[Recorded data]
########################################

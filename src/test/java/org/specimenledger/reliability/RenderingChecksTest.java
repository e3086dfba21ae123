package org.specimenledger.reliability;

import static org.assertj.core.api.Assertions.assertThat;

import java.io.ByteArrayOutputStream;
import java.net.http.HttpHeaders;
import java.util.List;
import java.util.Map;
import org.apache.pdfbox.pdmodel.PDDocument;
import org.apache.pdfbox.pdmodel.PDPage;
import org.apache.pdfbox.pdmodel.interactive.action.PDActionJavaScript;
import org.apache.pdfbox.pdmodel.interactive.action.PDActionURI;
import org.apache.pdfbox.pdmodel.interactive.annotation.PDAnnotationLink;
import org.junit.jupiter.api.Test;
import org.specimenledger.system.SecurityHeaders;

/**
 * The rendering checks find what they look for: pages and PDFs made by hand to fail them are caught, and their
 * well-behaved twins pass, so a silent pass of {@link HostileTextRenderingTest} means something.
 */
class RenderingChecksTest {

    private static final String IMG = "\"><img src=x onerror=alert(1)>";

    private static PageVisitor.Page page(String body, boolean withPolicy) {
        Map<String, List<String>> h = withPolicy
                ? Map.of("Content-Type", List.of("text/html;charset=UTF-8"), "Content-Security-Policy",
                        List.of(SecurityHeaders.PAGE_POLICY), "X-Content-Type-Options", List.of("nosniff"))
                : Map.of("Content-Type", List.of("text/html;charset=UTF-8"));
        return new PageVisitor.Page("/made-up", 200, HttpHeaders.of(h, (a, b) -> true),
                "<!DOCTYPE html><html><head><title>t</title><script src=\"/assets/ledger.js\" defer></script></head>"
                        + "<body>" + body + "</body></html>");
    }

    @Test
    void anEscapedTextPasses() {
        String escaped = "<td>&quot;&gt;&lt;img src=x onerror=alert(1)&gt; and &lt;script&gt;alert(&#39;x&#39;)"
                + "&lt;/script&gt;</td><input value=\"&quot;&gt;&lt;img src=x onerror=alert(1)&gt;\">";
        assertThat(PageChecks.problems(page(escaped, true), IMG, true)).isEmpty();
        assertThat(PageChecks.problems(page(escaped, true), "<script>alert('x')</script>", true)).isEmpty();
    }

    @Test
    void markupMadeFromTheTextIsCaught() {
        assertThat(PageChecks.problems(page("<td>" + IMG + "</td>", true), IMG, true))
                .anyMatch(p -> p.contains("event attribute onerror"))
                .anyMatch(p -> p.contains("element made from the text"))
                .anyMatch(p -> p.contains("not on the page as text"));
        assertThat(PageChecks.problems(page("<input value=\"" + IMG + "\">", true), IMG, false))
                .anyMatch(p -> p.contains("event attribute onerror"));
        assertThat(PageChecks.problems(page("<p><script>alert('x')</script></p>", true),
                "<script>alert('x')</script>", false))
                .anyMatch(p -> p.contains("an inline script"))
                .anyMatch(p -> p.contains("'<' unescaped"));
        assertThat(PageChecks.problems(page("<script>var note = \"" + IMG.substring(2) + "\";</script>", true),
                IMG.substring(2), false)).anyMatch(p -> p.contains("inline script holding the text"));
        assertThat(PageChecks.problems(page("<a href=\" javascript:alert(1)\">x</a>", true), "javascript:alert(1)",
                false)).anyMatch(p -> p.contains("javascript: URL"));
        assertThat(PageChecks.problems(page("<p>{{7*7}} became 49</p>", true), "{{7*7}}${7*7}#{7*7}", true))
                .anyMatch(p -> p.contains("not on the page as text"));
    }

    @Test
    void aPageWithoutThePolicyIsCaught() {
        assertThat(PageChecks.problems(page("<p>x</p>", false), "x", true))
                .anyMatch(p -> p.contains("no Content-Security-Policy"))
                .anyMatch(p -> p.contains("nosniff"));
    }

    @Test
    void pdfActionsAreFoundAndAnInertPdfHasNone() throws Exception {
        assertThat(PdfActions.of(pdf(false))).isEmpty();
        assertThat(PdfActions.of(pdf(true)))
                .anyMatch(p -> p.contains("OpenAction"))
                .anyMatch(p -> p.contains("Link annotation"))
                .anyMatch(p -> p.contains("JavaScript action"))
                .anyMatch(p -> p.contains("URI action"));
    }

    @Test
    void csvCellsFollowTheFormulaRule() {
        assertThat(CsvCells.evaluated("=1+1")).isTrue();
        assertThat(CsvCells.evaluated("  @SUM(A1)")).isTrue();
        assertThat(CsvCells.evaluated("\uFF1D1")).isTrue();
        assertThat(CsvCells.evaluated("'=1+1")).isFalse();
        assertThat(CsvCells.evaluated("-2.5")).isFalse();
        assertThat(CsvCells.expected("-2+3")).isEqualTo("'-2+3");
        assertThat(CsvCells.expected("SP-1")).isEqualTo("SP-1");
    }

    private static byte[] pdf(boolean active) throws Exception {
        try (PDDocument d = new PDDocument()) {
            PDPage page = new PDPage();
            d.addPage(page);
            if (active) {
                d.getDocumentCatalog().setOpenAction(new PDActionJavaScript("app.alert(1)"));
                PDAnnotationLink link = new PDAnnotationLink();
                PDActionURI uri = new PDActionURI();
                uri.setURI("http://127.0.0.1/x");
                link.setAction(uri);
                page.getAnnotations().add(link);
            }
            ByteArrayOutputStream out = new ByteArrayOutputStream();
            d.save(out);
            return out.toByteArray();
        }
    }
}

########################################

● Prompt: Go line by line through the entries above and tally those that hold the word "alert"; give the tally alone.

● Solution below: 8